**Requirement:** Once you reach the line that holds "in Ex. 33.b)." in the listing below, output it and every line after it through the line that holds "double[] s = SCRATCH.get();", word for word.
--*--
package org.skyrota.plugins.smallbodies;

import org.skyrota.sky.bodies.Sun;
import org.skyrota.sky.coords.Nutation;
import org.skyrota.sky.coords.Obliquity;
import org.skyrota.sky.coords.Precession;

/**
 * The Earth's heliocentric position on the J2000 equator, from the sky engine's Sun ({@link Sun}:
 * the truncated VSOP87 of Meeus's Appendix III, about 1″, that is some 700 km): the geometric
 * Sun of date without nutation, turned from the mean ecliptic of date to the mean equator of date
 * and precessed back to J2000 (IAU 2006), then reversed.
 */
final class EarthPosition {

    private static final ThreadLocal<double[]> SCRATCH = ThreadLocal.withInitial(() -> new double[9]);

    private EarthPosition() {
    }

    /** @param out receives X, Y, Z in AU in out[0..2]; it must hold at least 5 values */
    static void heliocentricEquatorialJ2000(double jdTt, double[] out) {
        Sun.apparent(jdTt, false, out);
        double lon = out[3] - Nutation.longitudeRad(jdTt);
        double lat = out[4];
        double r = out[2] / Sun.AU_KM;
        double cb = Math.cos(lat);
        double x = r * cb * Math.cos(lon);
        double y = r * cb * Math.sin(lon);
        double z = r * Math.sin(lat);
        double eps = Obliquity.meanRad(jdTt);
        double ye = Math.cos(eps) * y - Math.sin(eps) * z;
        double ze = Math.sin(eps) * y + Math.cos(eps) * z;
        double[] m = SCRATCH.get();
        Precession.fillMatrixJ2000ToDate(jdTt, m);
        // The matrix is a rotation: its transpose takes the equator of date back to J2000.
        out[0] = -(m[0] * x + m[3] * ye + m[6] * ze);
        out[1] = -(m[1] * x + m[4] * ye + m[7] * ze);
        out[2] = -(m[2] * x + m[5] * ye + m[8] * ze);
    }
}
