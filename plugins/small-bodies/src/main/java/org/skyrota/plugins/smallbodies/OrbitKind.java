package org.skyrota.plugins.smallbodies;

import java.time.LocalDate;
import java.time.LocalDateTime;
import java.time.ZoneOffset;
import java.time.format.DateTimeParseException;
import java.util.LinkedHashMap;
import java.util.Map;
import java.util.Set;
import org.skyrota.plugin.MovingTarget;
import org.skyrota.plugin.PluginApi;
import org.skyrota.plugin.PluginDescriptor;
import org.skyrota.plugin.PluginException;
import org.skyrota.plugin.TargetKind;
import org.skyrota.sky.time.TimeScales;

/**
 * The target kind {@code orbit}: a comet or asteroid from osculating heliocentric elements,
 * mean ecliptic and equinox of J2000, moved by two-body motion (see {@link OrbitTarget} for the
 * accuracy). The orbit's size is {@code q} (perihelion distance) or, for an ellipse, {@code a};
 * its timing is {@code perihelion_time}, or for an ellipse {@code epoch} with {@code mean_anomaly}.
 * Times are TT, as a Julian Date ({@code 2448193.04502}), a date with a fraction of a day
 * ({@code 1990-10-28.54502}) or a date and time ({@code 1990-10-28T13:04:49}).
 */
public final class OrbitKind implements TargetKind {

    public static final String KIND = "orbit";
    static final PluginDescriptor DESCRIPTOR =
            new PluginDescriptor("small-bodies", "Comets and asteroids", "1.0", PluginApi.VERSION);

    private static final Map<String, String> HELP = help();
    private static final Set<String> NAMES = HELP.keySet();

    private static Map<String, String> help() {
        Map<String, String> m = new LinkedHashMap<>();
        m.put("name", "optional label, for example the body's designation");
        m.put("q", "perihelion distance, AU (give q or a)");
        m.put("a", "semi-major axis, AU, for an ellipse only (give q or a)");
        m.put("e", "eccentricity: below 1 an ellipse, 1 a parabola, above 1 a hyperbola");
        m.put("i", "inclination to the J2000 ecliptic, degrees, 0 to 180");
        m.put("node", "longitude of the ascending node, J2000, degrees");
        m.put("arg_perihelion", "argument of perihelion, degrees");
        m.put("perihelion_time", "time of perihelion, TT: Julian Date, YYYY-MM-DD.ddddd or YYYY-MM-DDThh:mm:ss");
        m.put("epoch", "instead of perihelion_time, for an ellipse: the epoch of mean_anomaly, TT, same forms");
        m.put("mean_anomaly", "mean anomaly at epoch, degrees (with epoch)");
        return Map.copyOf(m);
    }

    @Override
    public PluginDescriptor descriptor() {
        return DESCRIPTOR;
    }

    @Override
    public String description() {
        return "Comets and asteroids from osculating orbital elements (two-body motion: good near the elements' epoch).";
    }

    @Override
    public String kind() {
        return KIND;
    }

    @Override
    public Map<String, String> parameterHelp() {
        return HELP;
    }

    @Override
    public MovingTarget resolve(Map<String, String> p) throws PluginException {
        return resolveOrbit(p);
    }

    /** As {@link #resolve}, typed. */
    public OrbitTarget resolveOrbit(Map<String, String> p) throws PluginException {
        for (String key : p.keySet()) {
            if (!NAMES.contains(key)) {
                throw new PluginException(key, "unknown parameter " + key + " for an orbit; the parameters are " + String.join(", ", NAMES));
            }
        }
        double e = number(p, "e");
        if (e < 0) {
            throw new PluginException("e", "the eccentricity e cannot be negative: " + e);
        }
        boolean hasQ = present(p, "q");
        boolean hasA = present(p, "a");
        if (hasQ == hasA) {
            throw new PluginException(hasQ ? "a" : "q", hasQ ? "give q or a, not both" : "the orbit needs q (perihelion distance) or a (semi-major axis)");
        }
        double q;
        if (hasA) {
            double a = number(p, "a");
            if (e >= 1) {
                throw new PluginException("e", "with a semi-major axis a the orbit must be an ellipse, e below 1, not " + e + "; give q for a parabola or hyperbola");
            }
            if (!(a > 0)) {
                throw new PluginException("a", "the semi-major axis a must be positive: " + a);
            }
            q = a * (1 - e);
        } else {
            q = number(p, "q");
            if (!(q > 0)) {
                throw new PluginException("q", "the perihelion distance q must be positive: " + q);
            }
        }
        double i = number(p, "i");
        if (!(i >= 0 && i <= 180)) {
            throw new PluginException("i", "the inclination i must be from 0 to 180 degrees: " + i);
        }
        double node = number(p, "node");
        double argPeri = number(p, "arg_perihelion");

        double perihelion;
        boolean hasT = present(p, "perihelion_time");
        boolean hasEpoch = present(p, "epoch") || present(p, "mean_anomaly");
        if (hasT && hasEpoch) {
            throw new PluginException("epoch", "give perihelion_time, or epoch with mean_anomaly, not both");
        } else if (hasT) {
            perihelion = julianDateTt(p.get("perihelion_time"), "perihelion_time");
        } else if (hasEpoch) {
            if (e >= 1) {
                throw new PluginException("mean_anomaly", "a mean anomaly only times an ellipse; for e " + e + " give perihelion_time");
            }
            if (!present(p, "epoch")) {
                throw new PluginException("epoch", "mean_anomaly needs the epoch it refers to");
            }
            double epoch = julianDateTt(p.get("epoch"), "epoch");
            double m = Math.toRadians(number(p, "mean_anomaly"));
            double a = q / (1 - e);
            double n = TwoBody.K / (a * Math.sqrt(a));
            perihelion = epoch - Math.IEEEremainder(m, 2 * Math.PI) / n;
        } else {
            throw new PluginException("perihelion_time", "the orbit needs perihelion_time, or epoch with mean_anomaly");
        }
        String name = p.getOrDefault("name", "").strip();
        return new OrbitTarget(name.isEmpty() ? "orbit" : name, q, e, perihelion,
                Math.toRadians(i), Math.toRadians(node), Math.toRadians(argPeri));
    }

    private static boolean present(Map<String, String> p, String key) {
        return p.get(key) != null && !p.get(key).isBlank();
    }

    private static double number(Map<String, String> p, String key) throws PluginException {
        String text = p.get(key);
        if (text == null || text.isBlank()) {
            throw new PluginException(key, key + " is missing (" + HELP.get(key) + ")");
        }
        double x;
        try {
            x = Double.parseDouble(text.strip());
        } catch (NumberFormatException ex) {
            throw new PluginException(key, key + " must be a number: \"" + text + "\"");
        }
        if (!Double.isFinite(x)) {
            throw new PluginException(key, key + " must be a finite number: \"" + text + "\"");
        }
        return x;
    }

    /** A Julian Date, a date with a decimal fraction of a day, or an ISO date and time; all TT. */
    static double julianDateTt(String text, String key) throws PluginException {
        String t = text.strip();
        try {
            double jd = Double.parseDouble(t);
            if (!(jd > 0 && jd < 1e7)) {
                throw new PluginException(key, key + " as a Julian Date must be positive and below 10 000 000: \"" + text + "\"");
            }
            return jd;
        } catch (NumberFormatException notNumber) {
            // a date follows
        }
        try {
            if (t.contains("T")) {
                LocalDateTime dt = LocalDateTime.parse(t.endsWith("Z") ? t.substring(0, t.length() - 1) : t);
                return TimeScales.J2000_JD - 0.5
                        + (dt.toEpochSecond(ZoneOffset.UTC) - LocalDateTime.of(2000, 1, 1, 0, 0).toEpochSecond(ZoneOffset.UTC)) / 86400.0
                        + dt.getNano() / 86400e9;
            }
            int dot = t.indexOf('.', t.lastIndexOf('-'));
            LocalDate date = LocalDate.parse(dot < 0 ? t : t.substring(0, dot));
            double fraction = dot < 0 ? 0 : Double.parseDouble("0" + t.substring(dot));
            return TimeScales.julianDay(date.getYear(), date.getMonthValue(), date.getDayOfMonth() + fraction, false);
        } catch (DateTimeParseException | NumberFormatException ex) {
            throw new PluginException(key, key + " must be a Julian Date, YYYY-MM-DD.ddddd or YYYY-MM-DDThh:mm:ss (TT): \"" + text + "\"");
        }
    }
}
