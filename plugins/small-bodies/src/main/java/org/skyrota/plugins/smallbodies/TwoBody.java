package org.skyrota.plugins.smallbodies;

/**
 * Two-body motion about the Sun on any conic, from the perihelion distance q, the eccentricity e
 * and the time from perihelion: the true anomaly and the radius vector (Meeus, Astronomical
 * Algorithms, 2nd ed., ch. 30, 33 and 34). The Sun's mass alone: the Gaussian gravitational
 * constant k = 0.01720209895, the mass of the body neglected.
 */
final class TwoBody {

    /** The Gaussian gravitational constant, radians per day for a = 1 AU. */
    static final double K = 0.01720209895;

    private TwoBody() {
    }

    /**
     * @param qAu     perihelion distance, AU, positive
     * @param e       eccentricity: below 1 an ellipse, exactly 1 a parabola, above 1 a hyperbola
     * @param dtDays  time since perihelion in days (negative before it)
     * @param out     receives out[0] = true anomaly in radians (−π, π], out[1] = radius vector in AU
     */
    static void anomalyAndRadius(double qAu, double e, double dtDays, double[] out) {
        double v;
        if (e < 1) {
            double a = qAu / (1 - e);
            double meanAnomaly = K / (a * Math.sqrt(a)) * dtDays;
            double ecc = eccentricAnomaly(Math.IEEEremainder(meanAnomaly, 2 * Math.PI), e);
            v = 2 * Math.atan2(Math.sqrt(1 + e) * Math.sin(ecc / 2), Math.sqrt(1 - e) * Math.cos(ecc / 2));
        } else if (e == 1) {
            v = 2 * Math.atan(barker(qAu, dtDays));
        } else {
            double a = qAu / (e - 1);
            double meanAnomaly = K / (a * Math.sqrt(a)) * dtDays;
            double h = hyperbolicAnomaly(meanAnomaly, e);
            v = 2 * Math.atan(Math.sqrt((e + 1) / (e - 1)) * Math.tanh(h / 2));
        }
        out[0] = v;
        // The polar equation of the conic keeps its precision for every e (no 1 − e cos E).
        out[1] = qAu * (1 + e) / (1 + e * Math.cos(v));
    }

    /**
     * Kepler's equation E − e sin E = M for 0 ≤ e &lt; 1 by Newton's method from Danby's start
     * E₀ = M + 0.85 e sign(sin M), kept inside a bracket that shrinks at each step (bisection when
     * a Newton step would leave it), so that it converges for every e and M, even for e close to 1.
     *
     * @param meanAnomaly M in [−π, π]
     */
    static double eccentricAnomaly(double meanAnomaly, double e) {
        if (meanAnomaly == 0) {
            return 0;
        }
        double lo = -Math.PI;
        double hi = Math.PI;
        double ecc = meanAnomaly + 0.85 * e * Math.signum(Math.sin(meanAnomaly));
        for (int i = 0; i < 200; i++) {
            double f = ecc - e * Math.sin(ecc) - meanAnomaly;
            if (f > 0) {
                hi = ecc;
            } else if (f < 0) {
                lo = ecc;
            } else {
                return ecc;
            }
            double next = ecc - f / (1 - e * Math.cos(ecc));
            if (!(next > lo && next < hi)) {
                next = 0.5 * (lo + hi);
            }
            if (Math.abs(next - ecc) <= 1e-15 * Math.max(1, Math.abs(ecc))) {
                return next;
            }
            ecc = next;
        }
        return ecc;
    }

    /** e sinh H − H = M for e &gt; 1, by Newton's method from H₀ = sign(M) ln(2|M|/e + 1.8). */
    static double hyperbolicAnomaly(double meanAnomaly, double e) {
        if (meanAnomaly == 0) {
            return 0;
        }
        double h = Math.signum(meanAnomaly) * Math.log(2 * Math.abs(meanAnomaly) / e + 1.8);
        for (int i = 0; i < 200; i++) {
            double step = (e * Math.sinh(h) - h - meanAnomaly) / (e * Math.cosh(h) - 1);
            h -= step;
            if (Math.abs(step) <= 1e-15 * Math.max(1, Math.abs(h))) {
                break;
            }
        }
        return h;
    }

    /**
     * Barker's equation for the parabola: s³ + 3s = W with W = 3k/√2 · t / q^{3/2} and s = tan(v/2),
     * solved in closed form (Meeus ch. 34) on |W| so that no difference of near-equal numbers
     * appears before perihelion.
     */
    static double barker(double qAu, double dtDays) {
        double w = 3 * K / Math.sqrt(2) * dtDays / (qAu * Math.sqrt(qAu));
        double aw = Math.abs(w);
        double y = Math.cbrt(aw / 2 + Math.sqrt(aw * aw / 4 + 1));
        return Math.signum(w) * (y - 1 / y);
    }
}
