package org.skyrota.plugins.smallbodies;

import org.skyrota.plugin.MovingTarget;
import org.skyrota.sky.bodies.Sun;
import org.skyrota.sky.coords.ApparentPlace;
import org.skyrota.sky.coords.Obliquity;
import org.skyrota.sky.time.TimeScales;

/**
 * A comet or asteroid on a fixed heliocentric conic: osculating elements referred to the mean
 * ecliptic and equinox of J2000, moved by two-body motion ({@link TwoBody}).
 *
 * <p>Steps (Meeus, Astronomical Algorithms, 2nd ed., ch. 33): the body's heliocentric position on
 * the J2000 equator at t − τ, the Earth's at t ({@link EarthPosition}, the sky engine's Sun, about
 * 1″), the light time τ iterated three times; that gives the astrometric J2000 place. Then
 * precession, nutation and annual aberration to the apparent place of date ({@link ApparentPlace}).
 *
 * <p>Accuracy: two-body motion has no planetary perturbations and no non-gravitational forces, so
 * it is good near the epoch of the elements and degrades away from it: for main-belt asteroids
 * typically some arcseconds to an arcminute within a few months of the epoch, for comets and for
 * bodies passing near a planet much faster. Use elements osculating near the dates planned. The
 * method itself (Kepler, Barker, light time, Earth) adds about 1″ to 2″ for bodies farther than
 * 0.1 AU from the Earth.
 *
 * <p>Immutable and thread-safe; per call it allocates nothing (scratch space is per thread).
 */
public final class OrbitTarget implements MovingTarget {

    static final double LIGHT_DAYS_PER_AU = Sun.AU_KM / 299792.458 / 86400.0;
    private static final double EPS_J2000 = Obliquity.meanRad(TimeScales.J2000_JD);
    private static final ThreadLocal<double[]> SCRATCH = ThreadLocal.withInitial(() -> new double[5]);

    private final String label;
    private final double qAu;
    private final double e;
    private final double perihelionJdTt;
    /** Unit vectors toward perihelion (P) and 90° ahead of it in the orbit (Q), J2000 equator. */
    private final double px;
    private final double py;
    private final double pz;
    private final double qx;
    private final double qy;
    private final double qz;

    /**
     * @param label            a label for the target; not null
     * @param qAu              perihelion distance, AU
     * @param e                eccentricity
     * @param perihelionJdTt   time of perihelion, Julian Date TT
     * @param iRad             inclination to the J2000 ecliptic
     * @param nodeRad          longitude of the ascending node, J2000
     * @param argPerihelionRad argument of perihelion
     */
    OrbitTarget(String label, double qAu, double e, double perihelionJdTt, double iRad, double nodeRad, double argPerihelionRad) {
        this.label = label;
        this.qAu = qAu;
        this.e = e;
        this.perihelionJdTt = perihelionJdTt;
        double cw = Math.cos(argPerihelionRad);
        double sw = Math.sin(argPerihelionRad);
        double cn = Math.cos(nodeRad);
        double sn = Math.sin(nodeRad);
        double ci = Math.cos(iRad);
        double si = Math.sin(iRad);
        // in the ecliptic
        double pxe = cw * cn - sw * sn * ci;
        double pye = cw * sn + sw * cn * ci;
        double pze = sw * si;
        double qxe = -sw * cn - cw * sn * ci;
        double qye = -sw * sn + cw * cn * ci;
        double qze = cw * si;
        double ce = Math.cos(EPS_J2000);
        double se = Math.sin(EPS_J2000);
        this.px = pxe;
        this.py = ce * pye - se * pze;
        this.pz = se * pye + ce * pze;
        this.qx = qxe;
        this.qy = ce * qye - se * qze;
        this.qz = se * qye + ce * qze;
    }

    @Override
    public String label() {
        return label;
    }

    public double perihelionDistanceAu() {
        return qAu;
    }

    public double eccentricity() {
        return e;
    }

    public double perihelionJdTt() {
        return perihelionJdTt;
    }

    /** Heliocentric position on the J2000 equator: out[0..2] = x, y, z in AU. */
    void heliocentricEquatorialJ2000(double jdTt, double[] out) {
        TwoBody.anomalyAndRadius(qAu, e, jdTt - perihelionJdTt, out);
        double v = out[0];
        double r = out[1];
        double a = r * Math.cos(v);
        double b = r * Math.sin(v);
        out[0] = a * px + b * qx;
        out[1] = a * py + b * qy;
        out[2] = a * pz + b * qz;
    }

    /**
     * The astrometric place: geocentric, light time included, J2000 equator, no aberration and no
     * nutation (the place Meeus prints in Ex. 33.b).
     *
     * @param out receives right ascension [0, 2π) and declination in radians and the distance in km
     */
    public void astrometricJ2000(double jdTt, double[] out) {
        double[] s = SCRATCH.get();
        EarthPosition.heliocentricEquatorialJ2000(jdTt, s);
        double ex = s[0];
        double ey = s[1];
        double ez = s[2];
        double dx = 0;
        double dy = 0;
        double dz = 0;
        double tau = 0;
        for (int i = 0; i < 3; i++) {
            heliocentricEquatorialJ2000(jdTt - tau, s);
            dx = s[0] - ex;
            dy = s[1] - ey;
            dz = s[2] - ez;
            tau = Math.sqrt(dx * dx + dy * dy + dz * dz) * LIGHT_DAYS_PER_AU;
        }
        double ra = Math.atan2(dy, dx);
        if (ra < 0) {
            ra += 2 * Math.PI;
        }
        out[0] = ra >= 2 * Math.PI ? 0 : ra;
        out[1] = Math.atan2(dz, Math.sqrt(dx * dx + dy * dy));
        out[2] = Math.sqrt(dx * dx + dy * dy + dz * dz) * Sun.AU_KM;
    }

    @Override
    public void apparentGeocentric(double jdTt, double[] out) {
        astrometricJ2000(jdTt, out);
        double distanceKm = out[2];
        ApparentPlace.ofDate(out[0], out[1], 0, 0, jdTt, out);
        out[2] = distanceKm;
    }
}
--*--
**Task solution:**
     * nutation (the place Meeus prints in Ex. 33.b).
     *
     * @param out receives right ascension [0, 2π) and declination in radians and the distance in km
     */
    public void astrometricJ2000(double jdTt, double[] out) {
        double[] s = SCRATCH.get();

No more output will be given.